Experimental realization of high-dimensional quantum gates with ultrahigh fidelity and efficiency
Zhe Meng, Wen‐Qiang Liu, Bo-Wen Song, X. L. Wang, An‐Ning Zhang, Zhang‐qi Yin
Abstract
Qudit, a high-dimensional quantum system, can provide a larger Hilbert space, and it has been shown that the larger Hilbert space has remarkable advantages over the smaller one in quantum information processing. However, it is a great challenge to realize the high-fidelity quantum gates with qudits. Here we theoretically propose and experimentally demonstrate the four-dimensional quantum gates (including the generalized Pauli ${X}_{4}$ gate, Pauli ${Z}_{4}$ gate, and all of their integer powers) with optical qudits based on the polarization-spatial degree of freedom of the single photon.

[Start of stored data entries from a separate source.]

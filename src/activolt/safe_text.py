"""Text made safe for the places it is shown: terminals, text reports and spreadsheets.

Two rules, applied at the output edges only (the library keeps user text as given):

- :func:`escape_controls`: control characters (C0, DEL, C1) and the Unicode characters that
  reorder or break lines (bidirectional overrides and isolates, line and paragraph separators)
  are written as Python-style escapes, so that a column name, a TOML key, a file name or a note
  cannot move the cursor, recolour or clear a terminal, or hide text in a report.
- :func:`neutralise_formula`: a text cell that a spreadsheet would read as a formula gets a
  leading single quote (the OWASP rule against CSV injection).
"""

from __future__ import annotations

import functools
import re

__all__ = ["escape_controls", "neutralise_formula"]

#: Bidirectional embeddings, overrides and isolates, and the Unicode line/paragraph separators.
_INVISIBLE_LAYOUT = "\u2028\u2029\u202a\u202b\u202c\u202d\u202e\u2066\u2067\u2068\u2069\u200e\u200f"
_CONTROL = re.compile("[\x00-\x1f\x7f-\x9f" + _INVISIBLE_LAYOUT + "]")


def _escape(match: re.Match[str]) -> str:
    code = ord(match.group())
    return f"\\x{code:02x}" if code < 0x100 else f"\\u{code:04x}"


def escape_controls(text: str, keep: str = "") -> str:
    r"""``text`` with control and layout characters written as escapes (``\x1b``, ``\u202e``).

    Parameters
    ----------
    text : str
        Text to show.
    keep : str
        Characters left as they are (``"\n"`` for a multi-line report).

    Returns
    -------
    str
        Printable text; applying the function twice changes nothing more.

    Examples
    --------
    >>> print(escape_controls("col\x1b[2Jumn"))
    col\x1b[2Jumn
    >>> escape_controls("two\nlines\r", keep="\n")
    'two\nlines\\x0d'
    """
    if keep:
        return _control_except(keep).sub(_escape, text)
    return _CONTROL.sub(_escape, text)


@functools.lru_cache(maxsize=16)
def _control_except(keep: str) -> re.Pattern[str]:
    """:data:`_CONTROL` without the characters ``keep``: they are never matched, rather than
    matched and put back one by one (a report's every line break)."""
    characters = [chr(code) for code in (*range(0x20), *range(0x7f, 0xa0))] + list(
        _INVISIBLE_LAYOUT)
    left = "".join(re.escape(c) for c in characters if c not in keep)
    return re.compile(f"[{left}]" if left else "(?!)")


#: What a spreadsheet reads as the start of a formula (OWASP, CSV injection), with the
#: full-width forms that some spreadsheets fold to them.
_FORMULA_START = ("=", "+", "-", "@", "\t", "\r", "\n", "＝", "＋", "－", "＠")
_PLAIN_NUMBER = re.compile(r"[+-]?(\d+\.?\d*|\.\d+)([eE][+-]?\d+)?")


def neutralise_formula(cell: object) -> object:
    """A text cell that starts (after blanks) like a formula, prefixed with ``'``.

    Non-text values and text that is a plain number (``-0.5``, ``+1e-3``) are returned as they
    are; a spreadsheet reads those as numbers, not formulas.

    Examples
    --------
    >>> neutralise_formula("=HYPERLINK(\\"http://x\\")")
    '\\'=HYPERLINK("http://x")'
    >>> neutralise_formula("  @SUM(A1)"), neutralise_formula("-0.5"), neutralise_formula(1.5)
    ("'  @SUM(A1)", '-0.5', 1.5)
    """
    if not isinstance(cell, str) or not cell:
        return cell
    if _PLAIN_NUMBER.fullmatch(cell):
        return cell
    stripped = cell.lstrip()
    if cell[0] in _FORMULA_START or (stripped and stripped[0] in _FORMULA_START):
        return "'" + cell
    return cell
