"""The archive of lab records: records, their input files and outputs, in one database.

A record (``activolt-record/1``, :mod:`activolt.io.record`) is stored under the SHA-256 of its
canonical JSON (:func:`canonical_json`), so adding it twice stores it once and an archived
record can never change: a re-reduction is a new record whose ``supersedes`` names the one it
replaces. Beside each record the archive keeps its input files (run table and metadata, byte for
byte) and its output set, file contents stored once by their own SHA-256.

Where: ``open_archive(location)`` with a path (an SQLite file) or an SQLAlchemy URL (any
database SQLAlchemy speaks; PostgreSQL for a lab that shares one); without a location, the
environment variable ``ACTIVOLT_ARCHIVE`` (a path or a URL), else
``$XDG_DATA_HOME/activolt/archive.sqlite`` (``~/.local/share/…``; ``%LOCALAPPDATA%`` on
Windows).

Safety: every write is one transaction. SQLite runs in WAL mode with a busy timeout and takes
its write lock at ``BEGIN IMMEDIATE``, so two processes adding at once both land, one after the
other; a process killed mid-add leaves the archive as it was (the journal rolls the partial
transaction back). PostgreSQL does the same by its own transactions. The tables and their
migrations are in :mod:`activolt.io.migrations`.

The outbox (:meth:`Archive.queue_upload`, :meth:`Archive.pending_uploads`,
:meth:`Archive.mark_uploaded`, :meth:`Archive.note_upload_failure`) keeps what must still be
sent to a lab-records endpoint, so nothing is lost while the endpoint is down.
"""

from __future__ import annotations

import hashlib
import io
import json
import os
import sys
from collections.abc import Iterable, Iterator, Mapping, Sequence
from dataclasses import dataclass
from datetime import UTC, date, datetime, timedelta
from functools import lru_cache
from pathlib import Path
from typing import IO, Any

from sqlalchemy import (
    Connection,
    Engine,
    and_,
    create_engine,
    event,
    func,
    make_url,
    or_,
    select,
    true,
    update,
)
from sqlalchemy.exc import SQLAlchemyError

from ..errors import InputError
from ..safe_text import neutralise_formula
from .migrations import (
    SCHEMA_VERSION,
    blobs,
    current_version,
    migrate,
    outbox,
    record_electrodes,
    record_files,
    records,
)
from .record import RECORD_SCHEMA, record_schema

__all__ = ["ENVIRONMENT_VARIABLE", "EXPORT_FORMATS", "FRAME_COLUMNS", "Archive", "ArchiveEntry",
           "ArchivedRecord", "PendingUpload", "archive_url", "canonical_json",
           "default_location", "open_archive", "record_hash"]

#: The environment variable holding the archive's location (a path or an SQLAlchemy URL).
ENVIRONMENT_VARIABLE = "ACTIVOLT_ARCHIVE"
#: What :meth:`Archive.export` writes.
EXPORT_FORMATS = ("csv", "jsonl", "parquet")
#: The columns of :meth:`Archive.to_frame` (one row per record), in order.
FRAME_COLUMNS = ("hash", "kind", "created_utc", "added_utc", "electrolyte", "cell", "lab",
                 "operator", "instrument", "model", "temperature_K", "standard_potential_V",
                 "u_standard_potential_V", "software_version", "input_sha256", "supersedes",
                 "electrodes")
#: Seconds a writer waits for another's transaction before giving up (SQLite).
BUSY_TIMEOUT_S = 60.0
_TEXT_FILTERS = ("electrolyte", "cell", "lab", "operator", "model", "kind")


def _now() -> str:
    return datetime.now(UTC).strftime("%Y-%m-%dT%H:%M:%SZ")


def canonical_json(record: Mapping[str, Any]) -> bytes:
    """The record's canonical JSON: keys sorted, no blanks, UTF-8, numbers as Python writes
    them (shortest round trip), no NaN.

    Examples
    --------
    >>> canonical_json({"b": 1.5, "a": ["γ±", None]})
    b'{"a":["\\xce\\xb3\\xc2\\xb1",null],"b":1.5}'
    """
    try:
        text = json.dumps(record, sort_keys=True, separators=(",", ":"), ensure_ascii=False,
                          allow_nan=False)
    except (TypeError, ValueError) as error:
        raise InputError(f"the record cannot be written as JSON: {error}") from None
    return text.encode("utf-8")


def record_hash(record: Mapping[str, Any]) -> str:
    """SHA-256 (hex) of :func:`canonical_json` — the record's key in the archive.

    Examples
    --------
    >>> record_hash({"a": 1}) == record_hash({"a": 1})
    True
    >>> record_hash({"a": 1})[:12]
    '015abd7f5cc5'
    """
    return hashlib.sha256(canonical_json(record)).hexdigest()


def default_location() -> Path:
    """The per-user archive: ``$XDG_DATA_HOME/activolt/archive.sqlite`` (``~/.local/share`` when
    unset), ``%LOCALAPPDATA%\\activolt\\archive.sqlite`` on Windows."""
    if sys.platform == "win32" and os.environ.get("LOCALAPPDATA"):
        return Path(os.environ["LOCALAPPDATA"]) / "activolt" / "archive.sqlite"
    base = os.environ.get("XDG_DATA_HOME") or str(Path.home() / ".local" / "share")
    return Path(base) / "activolt" / "archive.sqlite"


def archive_url(location: str | os.PathLike[str] | None = None) -> str:
    """The SQLAlchemy URL of the archive at ``location`` (an option's value), else of
    ``ACTIVOLT_ARCHIVE``, else of :func:`default_location`.

    A value with ``://`` is a URL as it stands; anything else is the path of an SQLite file.

    Examples
    --------
    >>> archive_url("/data/lab/archive.sqlite")
    'sqlite:////data/lab/archive.sqlite'
    >>> archive_url("postgresql+psycopg://lab@db.example/records")
    'postgresql+psycopg://lab@db.example/records'
    """
    chosen: str | os.PathLike[str] | None = location
    if chosen is None or str(chosen) == "":
        chosen = os.environ.get(ENVIRONMENT_VARIABLE) or default_location()
    value = str(chosen)
    if "://" in value:
        return value
    return "sqlite:///" + os.path.abspath(os.path.expanduser(value))
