"""activolt: standard potentials and mean ionic activity coefficients from EMF dilution series.

The library is a chain of plain functions (see DEVELOPERS.md): ``read_run`` loads and validates
a run, ``reduce_run`` fits E° and the activity-coefficient model and returns a ``Reduction``,
``compare_models`` fits several models and recommends one, ``monte_carlo`` propagates by GUM
Supplement 1, and ``format_report`` / ``build_record`` turn a reduction into text and a record;
``cell_summary`` describes a cell from its diagram. The other jobs follow the same pattern:
``reduce_many`` (many runs or series and a summary), ``study_temperatures`` (E°(T), ΔH°, ΔS°),
``calibrate`` and ``electrode_history`` (reference electrodes), ``primary_ph`` (the Harned-cell
procedure) and ``open_archive`` (the lab's record archive). These names are exported here lazily:
``import activolt`` loads nothing but the version, and the first use of a name imports its
module.

Examples
--------
>>> import activolt
>>> activolt.parse_electrolyte("CaCl2").nu
3
>>> sorted(activolt.MODELS)[:2]
['davies', 'hueckel']
"""

from importlib import import_module
from importlib.metadata import PackageNotFoundError, version
from typing import Any

try:
    __version__ = version("activolt")
except PackageNotFoundError:  # pragma: no cover - running from a source tree without install
    __version__ = "0.0.0+unknown"

#: Public name → the module that defines it (imported on first use).
_LAZY = {
    "read_run": "activolt.data.runs",
    "read_runs": "activolt.data.runs",
    "runs_from_frame": "activolt.data.runs",
    "reduce_run": "activolt.procedures.dilution",
    "reduce_many": "activolt.procedures.many",
    "compare_models": "activolt.procedures.model_choice",
    "monte_carlo": "activolt.procedures.montecarlo",
    "study_temperatures": "activolt.procedures.temperature",
    "fit_standard_potential": "activolt.procedures.temperature",
    "calibrate": "activolt.procedures.calibration",
    "electrode_history": "activolt.procedures.calibration",
    "primary_ph": "activolt.procedures.ph",
    "open_archive": "activolt.io.archive",
    "format_report": "activolt.report.text",
    "build_record": "activolt.io.record",
    "cell_summary": "activolt.chemistry.cells",
    "parse_electrolyte": "activolt.chemistry.electrolytes",
    "get_model": "activolt.activity",
    "MODELS": "activolt.activity",
}

__all__ = ["__version__", *_LAZY]


def __getattr__(name: str) -> Any:
    """The public API on first use (PEP 562), so that ``import activolt`` stays light."""
    module = _LAZY.get(name)
    if module is None:
        raise AttributeError(f"module 'activolt' has no attribute '{name}'")
    value = getattr(import_module(module), name)
    globals()[name] = value
    return value


def __dir__() -> list[str]:
    return sorted({*globals(), *_LAZY})
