def with_model_choice(reduction: Reduction, u_model_V: float, rule: str) -> Reduction:
    """The reduction with a model-choice component u_model in u(E°), in every place that
    shows it: the covariance, E°, the budget (a line of its own), u(γ±) at every reading (E°
    moves every ln γ± by σ δE°/(s k)) and its budget column; the reminder that it is missing
    is dropped. ``rule`` says how u_model was obtained."""
    covariance = reduction.covariance.copy()
    covariance[0, 0] += u_model_V**2
    uncertain = reduction.uncertain_covariance
    if uncertain is not None:
        uncertain = uncertain.copy()
        uncertain[0, 0] += u_model_V**2
    e0 = ufloat(reduction.standard_potential.nominal_value, math.sqrt(covariance[0, 0]))
    propagation = reduction.gamma_propagation
    step = propagation.parameter_gradient[:, 0] * u_model_V
    used = reduction.run.usable
    columns = dict(reduction.point_columns)
    gamma = columns["gamma_pm"][used]
    u_gamma = columns["u_gamma_pm"].copy()
    u_gamma[used] = np.sqrt(u_gamma[used] ** 2 + (gamma * step) ** 2)
    choice = np.full(used.size, np.nan)
    choice[used] = np.abs(gamma * step)
    for column in (u_gamma, choice):
        column.flags.writeable = False
    columns["u_gamma_pm"], columns["u_gamma_pm_model_choice"] = u_gamma, choice
    budget = (*reduction.budget, BudgetLine("choice of model", u_model_V, rule))
    return dataclasses.replace(
        reduction, covariance=covariance, uncertain_covariance=uncertain, standard_potential=e0,
        point_columns=columns, budget=budget,
        gamma_propagation=dataclasses.replace(propagation,
                                              common=(*propagation.common, step)),
        warnings=tuple(w for w in reduction.warnings if w != MODEL_CHOICE_REMINDER))
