"""activolt: standard potentials and mean ionic activity coefficients from EMF dilution series.

The library is a chain of plain functions (see DEVELOPERS.md): ``runs.read_run`` loads and
validates a run, ``reduce.reduce_run`` fits E° and the activity-coefficient model and returns a
``Reduction``, and ``records`` / ``report`` turn that into files.
"""

from importlib.metadata import PackageNotFoundError, version

try:
    __version__ = version("activolt")
except PackageNotFoundError:  # pragma: no cover - running from a source tree without install
    __version__ = "0.0.0+unknown"

__all__ = ["__version__"]
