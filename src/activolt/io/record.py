"""The JSON record of a reduction: what a lab archives or uploads.

The layout is versioned by ``record_schema`` (``activolt-record/1``) and described by the JSON
Schema shipped beside this module (``record_schema.json``). Keys are only ever added.
"""

from __future__ import annotations

import functools
import hashlib
import json
import json.encoder
import math
import os
import platform
from collections.abc import Mapping, Sequence
from contextvars import ContextVar
from dataclasses import dataclass
from datetime import UTC, datetime
from importlib.metadata import PackageNotFoundError
from importlib.metadata import version as package_version
from importlib.resources import files
from pathlib import Path
from typing import Any

from .. import __version__
from ..constants import INTERNATIONAL_VOLT_V
from ..data.runs import VOLT_UNITS
from ..errors import InputError
from ..physics.thermodynamics import log10_equilibrium_constant, standard_gibbs_energy_kJ_mol
from ..procedures.calibration import CalibrationBatch, ElectrodeHistory
from ..procedures.dilution import Reduction
from ..procedures.model_choice import (
    CHI2_P_MIN,
    MODEL_CHOICE_RULE,
    RECOMMENDATION_RULE,
    RUNS_P_MIN,
    VARIANCE_RATIO_P_MIN,
    ModelComparison,
)
from ..procedures.montecarlo import MonteCarloResult
from ..procedures.ph import PhResult
from ..procedures.properties import DerivedResults, derive_results
from ..procedures.published import (
    plain_values,
    point_names,
    point_values_of_many,
)
from ..procedures.temperature import TemperatureStudy
from ..report.cautions import cautions_for
from ..report.numbers import json_number, json_numbers
from ..safe_text import neutralise_formula
from .json_layout import json_text

RECORD_SCHEMA = "activolt-record/1"
#: ``record_kind`` of the record of a calibrated batch of reference electrodes.
CALIBRATION_KIND = "calibration"
#: The command line being run (``activolt reduce …``), set by ``activolt.cli.main`` while it
#: runs, so that every record it writes says how it was made; None for library use.
COMMAND_LINE: ContextVar[tuple[str, ...] | None] = ContextVar("activolt_command_line",
                                                              default=None)
#: Packages whose versions can change a result, named in every record's ``provenance``.
PROVENANCE_PACKAGES = ("numpy", "scipy", "pandas", "lmfit", "uncertainties", "iapws")
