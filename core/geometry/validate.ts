/**
 * Validation of a region: what is wrong with the user's geometry, and where (STYLE.md §5).
 * Returns typed diagnostics; never repairs, never throws on bad data.
 *
 * Checks, per ring (ring −1 = outer, k = hole k; vertex indices are the caller's own):
 *   non-finite   a coordinate is NaN or ±Infinity;
 *   bad-bulge    a bulge is not finite, the bulge array's length differs from the vertex count,
 *                or a non-zero bulge sits on a zero-length segment;
 *   too-large    |coordinate| > MAX_COORDINATE = 1e9 in any unit (1000 km in mm): beyond that a
 *                double keeps too few digits for second moments (docs/methods.md §1.3);
 *   (arcs are checked too: the ring's exact box, arcs included, must lie within ±MAX_COORDINATE,
 *   since a huge bulge between two near points draws a huge arc);
 *   too-small    the larger side of the ring's box is below MIN_EXTENT = 1e-9 in any unit;
 *   too-few-points  fewer than 3 distinct vertices — except that 2 distinct vertices joined by
 *                at least one arc (a circle, a D shape) are a proper ring;
 *   zero-area    |signed area| ≤ ZERO_AREA_RATIO (1e-12) × (larger side of the ring's box)²;
 *   self-intersection  two non-adjacent segments of one ring meet (crossing, touching at a
 *                vertex, or overlapping), or adjacent segments double back over each other;
 * per polygon and region:
 *   hole-outside a hole crosses its outer ring, or lies outside it;
 *   overlap      two holes of one polygon overlap, or two polygons (pieces) overlap.
 * Touching between different rings (at a point, or along a shared edge) is allowed: pieces may
 * touch, and a hole may touch its outer ring.
 *
 * Method: every ring is flattened (arcs to chords of sagitta ≤ 1e-6 × region size, flatten.ts);
 * all segments of the region go through one sweep along the longer side of the box (sweep.ts:
 * bucketed by their lower end, an active list pruned as the sweep passes), and each pair whose
 * boxes overlap gets the exact orient2d contact test (predicates.ts). Cost: O(n) for the
 * bucketing plus O(n·k), k = active segments (a few for ordinary section outlines).
 * Measured (npm run bench -- geometry): a 1,000,000-vertex circle-like ring validates in
 *   0.21–0.47 s warm on a shared 2-core machine at load ~16–17, 1.35–1.6× a native sort of its
 *   1,000,000 x coordinates measured in the same run.
 * Containment (hole in outer, holes in each other, pieces in each other), once no crossing was
 * found: with no contact at all between two boundaries, one vertex decides exactly (exact
 * point-in-ring test, predicates.ts); when they touch, up to 4096 vertices and segment midpoints
 * of the inner ring are located.
 *
 * Does not guarantee: arcs are checked on their flattening, so two boundaries closer than the
 * chord tolerance near an arc may be misjudged; containment between touching boundaries is
 * decided by the sampled points (exact for straight rings of up to 2048 vertices when every
 * contact is a shared whole segment or a point that is a vertex of both rings). Reports at most MAX_CONTACT_DIAGNOSTICS contact problems.
 * Sources: docs/methods.md §1.1 ("Harmful input"), §2.6; Shamos & Hoey (1976) for sweep-based
 * intersection detection; Shewchuk (1997) for orient2d.
 */
import type { Diagnostic, DiagnosticCode, Point, Region, Ring } from './types.ts';
import { ringBounds, type Bounds } from './bounds.ts';
import { flattenRing } from './flatten.ts';
import { ringSignedArea } from './ring.ts';
import { contactPoint, leftTurn, pointInRing, segmentContact, CONTACT_CROSS, CONTACT_NONE, CONTACT_OVERLAP, type Contact } from './predicates.ts';
import { sweepPairs } from './sweep.ts';

export const MAX_COORDINATE = 1e9;
/**
 * The smallest ring a section may hold, as the larger side of its box, in any unit: below it the
 * fourth powers in second moments head for underflow (a 1e-100 plate gave I = 0 and null shape
 * factors), so such a ring is refused rather than computed to a silent 0.
 */
export const MIN_EXTENT = 1e-9;
/** The largest |bulge| (tan of a quarter of the sweep): 1e12 is a full circle but for 4e-12 rad. */
export const MAX_BULGE = 1e12;
export const ZERO_AREA_RATIO = 1e-12;
export const FLATTEN_RATIO = 1e-6;
export const MAX_CONTACT_DIAGNOSTICS = 50;

export interface ValidationContext {
  readonly part?: string;
}

/** Where a diagnostic points, in the caller's indices. */
interface Place {
  readonly polygon: number;
  readonly ring: number;
}

/** A ring cleaned of repeated vertices, with each kept vertex's index in the caller's ring. */
interface CleanRing {
  readonly place: Place;
  readonly ring: Ring;
  readonly original: Uint32Array;
  readonly bounds: Bounds;
  /** Zero area: kept for the contact sweep, left out of containment tests. */
  readonly degenerate?: boolean;
}

function ringName(place: Place): string {
  return place.ring < 0 ? `polygon ${place.polygon}, outer ring` : `polygon ${place.polygon}, hole ${place.ring}`;
}

function fmt(v: number): string {
  return Number.isFinite(v) ? String(Number(v.toPrecision(6))) : String(v);
}

function makeDiagnostic(code: DiagnosticCode, what: string, ctx: ValidationContext, place: Place, vertex?: number, at?: Point): Diagnostic {
  const prefix = ctx.part !== undefined ? `Part "${ctx.part}", ${ringName(place)}` : ringName(place)[0]?.toUpperCase() + ringName(place).slice(1);
  const where = at !== undefined && Number.isFinite(at[0]) && Number.isFinite(at[1]) ? ` at (${fmt(at[0])}, ${fmt(at[1])})` : '';
  const d: Diagnostic = { code, message: `${prefix}: ${what}${where}.`, polygon: place.polygon, ring: place.ring };
  return {
    ...d,
    ...(ctx.part !== undefined ? { part: ctx.part } : {}),
    ...(vertex !== undefined ? { vertex } : {}),
    ...(at !== undefined && Number.isFinite(at[0]) && Number.isFinite(at[1]) ? { at } : {}),
  };
}

function vertexAt(ring: Ring, i: number): Point {
  return [ring.xy[2 * i] ?? NaN, ring.xy[2 * i + 1] ?? NaN];
}

/** Number problems (non-finite, bulge, too large); returns the first one found, or null. */
function numericProblem(ring: Ring, ctx: ValidationContext, place: Place): Diagnostic | null {
  const { xy, bulge } = ring;
  const n = xy.length >> 1;
  let firstLarge = -1;
  for (let i = 0; i < 2 * n; i++) {
    const v = xy[i] ?? NaN;
    if (!Number.isFinite(v)) {
      const k = i >> 1;
      const [x, y] = vertexAt(ring, k);
      return makeDiagnostic('non-finite', `vertex ${k} has a coordinate that is not a finite number (${x}, ${y})`, ctx, place, k);
    }
    if (firstLarge < 0 && Math.abs(v) > MAX_COORDINATE) firstLarge = i >> 1;
  }
  if (bulge !== undefined) {
    const problem = bulgeProblem(ring, bulge, ctx, place);
    if (problem !== null) return problem;
  }
  if (firstLarge >= 0) {
    return makeDiagnostic('too-large', `vertex ${firstLarge} lies beyond ±${MAX_COORDINATE} from the origin, too far for reliable section properties`, ctx, place, firstLarge, vertexAt(ring, firstLarge));
  }
  return null;
}

function bulgeProblem(ring: Ring, bulge: Float64Array, ctx: ValidationContext, place: Place): Diagnostic | null {
  const n = ring.xy.length >> 1;
  if (bulge.length !== n) return makeDiagnostic('bad-bulge', `the ring has ${n} vertices but ${bulge.length} bulges`, ctx, place);
  for (let i = 0; i < n; i++) {
    const b = bulge[i] ?? 0;
    if (b === 0) continue;
    if (!Number.isFinite(b)) return makeDiagnostic('bad-bulge', `the bulge of the segment from vertex ${i} is not a finite number (${b})`, ctx, place, i, vertexAt(ring, i));
    const [x0, y0] = vertexAt(ring, i), [x1, y1] = vertexAt(ring, (i + 1) % n);
    if (x0 === x1 && y0 === y1) return makeDiagnostic('bad-bulge', `the segment from vertex ${i} has zero length but a bulge of ${b}`, ctx, place, i, [x0, y0]);
    // radius = chord·(1 + b²)/(4|b|): past this the radius itself overflows and no extent can be found.
    if (!(Math.abs(b) <= MAX_BULGE)) return makeDiagnostic('bad-bulge', `the bulge of the segment from vertex ${i} is ${b}, beyond ±${MAX_BULGE}: its arc's radius overflows (a bulge of 1 is a half circle)`, ctx, place, i, [x0, y0]);
  }
  return null;
}

/** True when two consecutive vertices (the last and the first included) are the same point. */
function hasRepeats(xy: Float64Array): boolean {
  const n = xy.length >> 1;
  let px = xy[2 * n - 2]!, py = xy[2 * n - 1]!;
  for (let i = 0; i < n; i++) {
    const x = xy[2 * i]!, y = xy[2 * i + 1]!;
    if (x === px && y === py) return true;
    px = x; py = y;
  }
  return false;
}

Furthermore, we also realize the polarization-controlled eight-dimensional controlled-${X}_{4}$ gate and all of its integer powers. The experimental results achieve both the ultrahigh average gate fidelity $99.73%$ and efficiency $99.47%$, which are above the error threshold for fault-tolerant quantum computation. Our work paves the way for the large-scale high-dimensional fault-tolerant quantum computation with a polynomial resource cost.